A couple defensive positions to take for a 401k

1) Borrow money from your 401k and pay off debt. This is a twofer option as the debt that you would have paided to others now gets paid to yourself in the form of a 401k loan repayment. Some people even leverage this further by paying down the mortgage, then because their loan to value is better, can then refi their house at a better rate or shorter term. My neighbor did this. By taking out ~30,000 from his 401k, and then applied this to his house. This allowed him to drop below 80% of the current market value of his home. This lowered his mortgage insurance rate AND his now improved credit score allowed him to refi at about 3.25%. This lowered his monthly payment by about $250. He is putting that $250 into silver each month.
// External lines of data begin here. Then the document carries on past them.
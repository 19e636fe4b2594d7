import Papa from "papaparse";
import { readTable } from "@/cells/table";
import { createRandom } from "@/cells/numeric";

/** A table of analyses as laboratories send it, twelve columns; invented. */
export function csvOf(rows: number): Uint8Array {
  const random = createRandom(7);
  const number = (): string => (60 * random.uniform()).toFixed(3);
  const lines = ["Sample,Group,SiO2 (wt%),2s SiO2,MgO (wt%),2s MgO,Al2O3 (wt%),FeO* (wt%),CaO (wt%),Ni (ppm),Cr (ppm),Reference"];
  for (let i = 0; i < rows; i++) lines.push(`TH-${i},CI,${Array.from({ length: 9 }, number).join(",")},"Smith, Jones"`);
  return new TextEncoder().encode(`${lines.join("\n")}\n`);
}

/** Reading with everything the importer does to text, and papaparse splitting it into cells alone. */
export function csvWays(bytes: Uint8Array): { readonly ours: () => number; readonly papaparse: () => number } {
  return {
    ours: () => readTable(bytes).rows.length,
    papaparse: () => Papa.parse(new TextDecoder().decode(bytes), { skipEmptyLines: true }).data.length,
  };
}
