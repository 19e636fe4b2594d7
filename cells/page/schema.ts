import { z } from "zod";
import { ownBodiesSchema } from "../species/ownBody";

/**
 * The page document: a page as JSON. A live page, the body of an API call, a snapshot and an example are all this.
 *
 * Everything is strict: an unknown key makes the document unreadable, naming the block and the key, because a misspelt
 * `leaveout` that is silently ignored is a wrong number.
 */

/** A handle, as formulas write it: letters of any alphabet, digits and `_`, not beginning with a digit. */
export const handleSchema = z
  .string()
  .max(40)
  .regex(/^[\p{L}_][\p{L}\p{N}_]*$/u, "a handle has letters, digits and _ only, and does not begin with a digit");

const reasonSchema = z.string().min(1).max(2000);
const headerSchema = z.string().min(1).max(200);
const expressionSchema = z.string().max(4000);
/** 1-based data row of a source, or the stable id of a typed row. */
export const rowSchema = z.union([z.number().int().min(1).max(10_000_000), z.string().min(1).max(40)]);
const bySchema = z.string().max(80);
const atSchema = z.string().max(40);

export const roleSchema = z.enum(["sample", "class", "text", "reference", "quantity", "uncertainty"]);
export const uncertaintyKindSchema = z.enum(["1 sigma", "2 sigma", "1 sigma relative %", "2 sigma relative %", "95 % interval"]);
export const basisSchema = z.enum(["mass", "atoms"]);

export const columnSchema = z.strictObject({
  /** Header as it stands in the source; typed tables have none. */
  header: headerSchema.optional(),
  /** 1-based place in the source, needed only where two columns have one header. */
  position: z.number().int().min(1).max(1000).optional(),
  /** Name that formulas use; the header, where left out. */
  name: z.string().min(1).max(80).optional(),
  role: roleSchema,
  /** Species of a quantity: `SiO2`, `Mg`, `FeOt` … Left out for temperatures, ages, ready-made ratios. */
  species: z.string().max(40).optional(),
  unit: z.string().max(40).optional(),
  /** Basis of an imported ratio. */
  basis: basisSchema.optional(),
  /** Of an uncertainty: the name of the quantity's column. */
  of: z.string().max(80).optional(),
  as: uncertaintyKindSchema.optional(),
});

export const sourceSchema = z.strictObject({
  /** Name of the file as uploaded; on the command line, a path relative to the page. */
  file: z.string().min(1).max(255),
  /** SHA-256 of the bytes, hexadecimal; always there on live pages and in snapshots. */
  sha256: z
    .string()
    .regex(/^[0-9a-f]{64}$/)
    .optional(),
});

export const typedRowSchema = z.strictObject({
  id: z.string().min(1).max(40),
  /** Text of each cell by column name, exactly as typed. */
  cells: z.record(z.string().max(80), z.string().max(2000)),
});

export const amendmentSchema = z.strictObject({
  row: rowSchema,
  sample: z.string().max(200),
  column: z.string().min(1).max(200),
  was: z.string().max(2000),
  value: z.string().max(2000),
  reason: reasonSchema,
  by: bySchema.optional(),
  at: atSchema.optional(),
});

export const setAsideSchema = z.strictObject({
  row: rowSchema,
  sample: z.string().max(200).optional(),
  /** Only this value; the whole sample where left out. */
  column: z.string().min(1).max(200).optional(),
  reason: reasonSchema,
  by: bySchema.optional(),
  at: atSchema.optional(),
});

export const assumedSchema = z
  .strictObject({
    column: z.string().min(1).max(200),
    /** 1σ as a fraction of the value. */
    relative: z.number().positive().max(10).optional(),
    /** 1σ in the column's unit. */
    absolute: z.number().positive().optional(),
    reason: reasonSchema,
    by: bySchema.optional(),
    at: atSchema.optional(),
  })
  .refine((a) => (a.relative === undefined) !== (a.absolute === undefined), "give either relative or absolute");

export const correlationSchema = z.strictObject({
  of: z.tuple([z.string().max(80), z.string().max(80)]),
  value: z.union([z.number().min(-1).max(1), z.string().max(80)]),
});

const commonFields = {
  /** Handle: what formulas and other blocks use. */
  id: handleSchema,
  /** Earlier handles, which still resolve for edits that were under way when the block was renamed. */
  formerly: z.array(handleSchema).max(50).optional(),
  /** Title. */
  name: z.string().max(200).optional(),
  /** Columns of twelve that the block takes on the page; 12 where left out. */
  width: z.union([z.literal(4), z.literal(6), z.literal(8), z.literal(12)]).optional(),
};

export const replicatesSchema = z.union([z.literal("weighted"), z.literal("mean"), z.strictObject({ prefer: z.array(z.string().max(200)).min(1).max(100) })]);

export const dataBlockSchema = z
  .strictObject({
    kind: z.literal("data"),
    ...commonFields,
    source: sourceSchema.optional(),
    /** Rows typed by hand; `[]` is an empty typed table. */
    typed: z.array(typedRowSchema).max(2000).optional(),
    stack: z.array(handleSchema).min(1).max(50).optional(),
    join: z.array(handleSchema).min(2).max(50).optional(),
    replicates: replicatesSchema.optional(),
    columns: z.array(columnSchema).max(300).optional(),
    assumed: z.array(assumedSchema).max(1000).optional(),
    amendments: z.array(amendmentSchema).max(20_000).optional(),
    setAside: z.array(setAsideSchema).max(20_000).optional(),
    correlations: z.array(correlationSchema).max(300).optional(),
    /** Range of oxide totals that screening accepts, wt%. */
    totals: z.strictObject({ from: z.number(), to: z.number() }).optional(),
    /** Oxides and elements by mass are divided by their row's sum without volatiles; the total stays as measured. Never unless asked. */
    renormalise: z.literal("volatile-free").optional(),
    /** Declared substitution for values below detection: this fraction of the limit. Every result says so. */
    substitute: z.strictObject({ fraction: z.number().min(0).max(1), reason: reasonSchema }).optional(),
  })
  .refine(
    (b) => [b.source, b.typed, b.stack, b.join].filter((x) => x !== undefined).length === 1,
    "a data block has exactly one of source, typed, stack, join",
  );

/** Simulated propagation beside that to first order: draws of every input, and the seed that their chance follows from. */
export const simulateSchema = z.strictObject({ draws: z.number().int().min(200).max(50_000), seed: z.number().int().min(0).max(999_999_999) });

export const formulaBlockSchema = z.strictObject({
  kind: z.literal("formula"),
  ...commonFields,
  /** Handle of the data block whose columns the lines use; none for lines over bodies only. */
  data: handleSchema.optional(),
  text: z.string().max(100_000),
  simulate: simulateSchema.optional(),
});

export const trendMethodSchema = z.enum(["york", "ordinary least squares", "reduced major axis", "theil-sen"]);

export const leaveOutSchema = z.strictObject({
  row: rowSchema,
  sample: z.string().max(200).optional(),
  reason: reasonSchema,
  by: bySchema.optional(),
  at: atSchema.optional(),
});

export const trendBlockSchema = z.strictObject({
  kind: z.literal("trend"),
  ...commonFields,
  data: handleSchema,
  x: expressionSchema,
  y: expressionSchema,
  where: expressionSchema.optional(),
  method: trendMethodSchema,
  /** How scatter beyond the errors enters: maximum-likelihood scatter, or the plain ×√MSWD. */
  scatter: z.enum(["likelihood", "root mswd", "none"]).optional(),
  leaveOut: z.array(leaveOutSchema).max(20_000).optional(),
  crossWith: handleSchema.optional(),
  simulate: simulateSchema.optional(),
});

/** A composition named in a budget: exactly one way of saying what it is. */
export const substanceSchema = z.union([
  z.strictObject({ body: z.string().min(1).max(80) }),
  z.strictObject({ phase: z.string().min(1).max(80) }),
  z.strictObject({ element: z.string().min(1).max(3) }),
  z.strictObject({ data: handleSchema, sample: z.string().min(1).max(200) }),
  z.strictObject({ data: handleSchema, row: rowSchema }),
  z.strictObject({ data: handleSchema, class: z.string().min(1).max(200) }),
  z.strictObject({
    composition: z.record(z.string().max(60), z.union([z.number(), z.strictObject({ value: z.number(), sigma: z.number().min(0).optional() })])),
  }),
]);

export const fixedAmountSchema = z.strictObject({ value: z.number(), sigma: z.number().min(0).optional() });
export const amountSchema = z.union([fixedAmountSchema, z.strictObject({ from: z.number(), to: z.number() }), z.literal("solve")]);

export const addStepSchema = z.strictObject({ do: z.enum(["add", "remove", "mix"]), what: substanceSchema, amount: amountSchema });
export const metalStepSchema = z.strictObject({
  do: z.literal("share with metal"),
  species: z.union([z.string().max(40), z.array(z.string().max(40)).min(1).max(20)]),
  metalFraction: fixedAmountSchema,
  amount: amountSchema,
  rest: z.strictObject({ body: z.string().min(1).max(80) }).optional(),
});
export const meltStepSchema = z.strictObject({
  do: z.literal("extract melt"),
  model: z.enum(["batch", "fractional", "aggregated"]),
  amount: amountSchema,
  coefficients: z.record(z.string().max(40), z.number().min(0)),
  meltCoefficients: z.record(z.string().max(40), z.number().min(0)).optional(),
  melt: substanceSchema.optional(),
});
export const stepSchema = z.discriminatedUnion("do", [addStepSchema, metalStepSchema, meltStepSchema]);

export const targetSchema = z.union([
  z.strictObject({
    expression: expressionSchema,
    equals: z.union([
      z.strictObject({ body: z.string().min(1).max(80) }),
      z.strictObject({ value: z.number(), sigma: z.number().min(0).optional(), basis: basisSchema }),
      z.strictObject({ data: handleSchema, sample: z.string().min(1).max(200) }),
    ]),
  }),
  z.strictObject({ trend: handleSchema }),
]);

export const budgetBlockSchema = z.strictObject({
  kind: z.literal("budget"),
  ...commonFields,
  start: substanceSchema,
  steps: z.array(stepSchema).max(20),
  target: targetSchema.optional(),
  report: z.array(expressionSchema).max(50).optional(),
  simulate: simulateSchema.optional(),
});

export const ellipsesSchema = z.enum(["none", "1 sigma", "2 sigma", "95 %"]);
const hidden = { hidden: z.boolean().optional() };
/** One line of a plot's list of what is drawn, bottom first. */
export const drawnSchema = z.union([
  z.strictObject({
    data: handleSchema,
    x: expressionSchema.optional(),
    y: expressionSchema.optional(),
    z: expressionSchema.optional(),
    values: z.array(expressionSchema).max(60).optional(),
    /** Patterns: a line through each sample's points (the default), through the means of each class, or none. */
    join: z.enum(["sample", "class", "none"]).optional(),
    where: expressionSchema.optional(),
    ellipses: ellipsesSchema.optional(),
    ...hidden,
  }),
  z.strictObject({ trend: handleSchema, band: z.boolean().optional(), ...hidden }),
  z.strictObject({ crossing: handleSchema, ...hidden }),
  z.strictObject({ budget: handleSchema, ...hidden }),
  z.strictObject({ bodies: z.array(z.string().min(1).max(80)).max(40), ellipses: ellipsesSchema.optional(), ...hidden }),
  z.strictObject({ annotation: z.string().max(200), x: z.number(), y: z.number(), ...hidden }),
]);
export const axisSchema = z.strictObject({
  label: z.string().max(120).optional(),
  from: z.number().optional(),
  to: z.number().optional(),
  scale: z.enum(["linear", "log"]).optional(),
});
export const plotBlockSchema = z.strictObject({
  kind: z.literal("plot"),
  ...commonFields,
  plot: z.enum(["scatter", "ternary", "pattern", "distribution"]),
  /** What the axes show, for bodies and budgets that have no expression of their own; the first data line's, where left out. */
  x: expressionSchema.optional(),
  y: expressionSchema.optional(),
  /** Ternaries: the third corner. */
  z: expressionSchema.optional(),
  drawn: z.array(drawnSchema).max(40),
  xAxis: axisSchema.optional(),
  yAxis: axisSchema.optional(),
  /** Pattern plots: the body that normalises, and where elements stand: at their temperature, evenly in its order, or as typed. */
  normalise: z.string().max(80).optional(),
  /** Pattern plots: what every value is divided by first, such as Si, so that a sample with more water or carbon is not lower in everything. */
  per: expressionSchema.optional(),
  order: z.union([z.enum(["condensation temperature", "condensation order"]), z.array(z.string().max(3)).max(100)]).optional(),
});

export const noteBlockSchema = z.strictObject({
  kind: z.literal("note"),
  ...commonFields,
  /** Markdown; `{{name}}` shows a live value of the page. */
  text: z.string().max(100_000),
});

export const blockSchema = z.discriminatedUnion("kind", [
  dataBlockSchema,
  formulaBlockSchema,
  plotBlockSchema,
  trendBlockSchema,
  budgetBlockSchema,
  noteBlockSchema,
]);
export const blockKinds = ["data", "formula", "plot", "trend", "budget", "note"] as const;

export const PAGE_FORMAT = "cotectic-page/1";

export const pageSchema = z.strictObject({
  format: z.literal(PAGE_FORMAT),
  title: z.string().max(300),
  /** Aliases of the page for reference bodies: which compilation "CI" means here. */
  bodies: z.record(handleSchema, z.string().max(80)).optional(),
  /** The group's own bodies that this page uses, whole, by id: a page leans on nothing outside of it but the built-in tables. */
  ownBodies: ownBodiesSchema.optional(),
  blocks: z.array(blockSchema).max(300),
});

export type PageDocument = z.infer<typeof pageSchema>;
export type Block = z.infer<typeof blockSchema>;
export type BlockKind = Block["kind"];
export type DataBlock = z.infer<typeof dataBlockSchema>;
export type FormulaBlock = z.infer<typeof formulaBlockSchema>;
export type TrendBlock = z.infer<typeof trendBlockSchema>;
export type BudgetBlock = z.infer<typeof budgetBlockSchema>;
export type PlotBlock = z.infer<typeof plotBlockSchema>;
export type NoteBlock = z.infer<typeof noteBlockSchema>;
export type Column = z.infer<typeof columnSchema>;
export type Role = z.infer<typeof roleSchema>;
export type UncertaintyKind = z.infer<typeof uncertaintyKindSchema>;
export type Basis = z.infer<typeof basisSchema>;
export type RowId = z.infer<typeof rowSchema>;
export type TypedRow = z.infer<typeof typedRowSchema>;
export type Amendment = z.infer<typeof amendmentSchema>;
export type SetAside = z.infer<typeof setAsideSchema>;
export type Assumed = z.infer<typeof assumedSchema>;
export type Correlation = z.infer<typeof correlationSchema>;
export type LeaveOut = z.infer<typeof leaveOutSchema>;
export type Substance = z.infer<typeof substanceSchema>;
export type Amount = z.infer<typeof amountSchema>;
export type Step = z.infer<typeof stepSchema>;
export type Target = z.infer<typeof targetSchema>;
export type Drawn = z.infer<typeof drawnSchema>;
export type Axis = z.infer<typeof axisSchema>;
export type Ellipses = z.infer<typeof ellipsesSchema>;
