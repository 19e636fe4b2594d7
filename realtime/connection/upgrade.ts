import type { IncomingMessage } from "node:http";
import { credentialsFromCookies, type Credentials } from "@/db/credentials";
import { Close, closeSentences, OLDEST_CLIENT, type CloseCode } from "../protocol";

/** What an upgrade asks for, read from its address and headers; nothing of it has been checked against the database. */
export interface Asked {
  readonly is: "asked";
  readonly pageId: string;
  readonly epoch: number;
  /** The page on the screen was opened to be edited. */
  readonly toEdit: boolean;
  readonly credentials: Credentials;
}
export interface Refused {
  readonly is: "refused";
  readonly code: CloseCode;
  readonly reason: string;
}

const refused = (code: CloseCode, reason: string = closeSentences[code]): Refused => ({ is: "refused", code, reason });
const page = /^(?:\/[A-Za-z0-9_-]+)*\/pages\/([0-9a-fA-F-]{36})\/?$/;

/**
 * Reads an upgrade (rule A1): `/pages/<id>?epoch=…&version=…&edit=…`, below any path that a proxy puts before it. The cookies say
 * who it is; no secret is in the address. A browser names the origin its page came from, and only ours may open sockets.
 */
export function readUpgrade(request: IncomingMessage, origins: readonly string[], secure: boolean): Asked | Refused {
  const { origin, host, cookie } = request.headers;
  if (origin === undefined || !origins.includes(origin)) {
    return refused(Close.forbidden, `Pages opened at ${origin?.slice(0, 60) ?? "an unnamed address"} may not connect here.`);
  }
  const address = `http://${host ?? "localhost"}${request.url ?? "/"}`;
  if (!URL.canParse(address)) return refused(Close.notFound);
  const { pathname, searchParams } = new URL(address);
  const pageId = page.exec(pathname)?.[1];
  if (pageId === undefined) return refused(Close.notFound);
  const version = Number(searchParams.get("version"));
  if (!Number.isInteger(version) || version < OLDEST_CLIENT) return refused(Close.reload);
  return {
    is: "asked",
    pageId: pageId.toLowerCase(),
    epoch: Number(searchParams.get("epoch")),
    toEdit: searchParams.get("edit") === "1",
    credentials: credentialsFromCookies(cookie, secure),
  };
}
He is kind of a prepper.

2) Move your money out of stocks and into bond or precious metals if your 401K allows it.

3) If your 401K has limited options, move to bond based or REIT based mutual funds. This is the option I have exercised for the amount of the 401k that remains. For me, that is less than $20,000. My year to date return has been an average of about 13%. Some of my investments are in company stock fund as per the 401k plan.

4) Move into foreign based mutual funds. Gas and Oil companies look to be a safe bet for the next 3 to 6 months.

5) Cash ... I have heard others say that their 401k has a cash or currency option. Better to hold it than lose it’s value.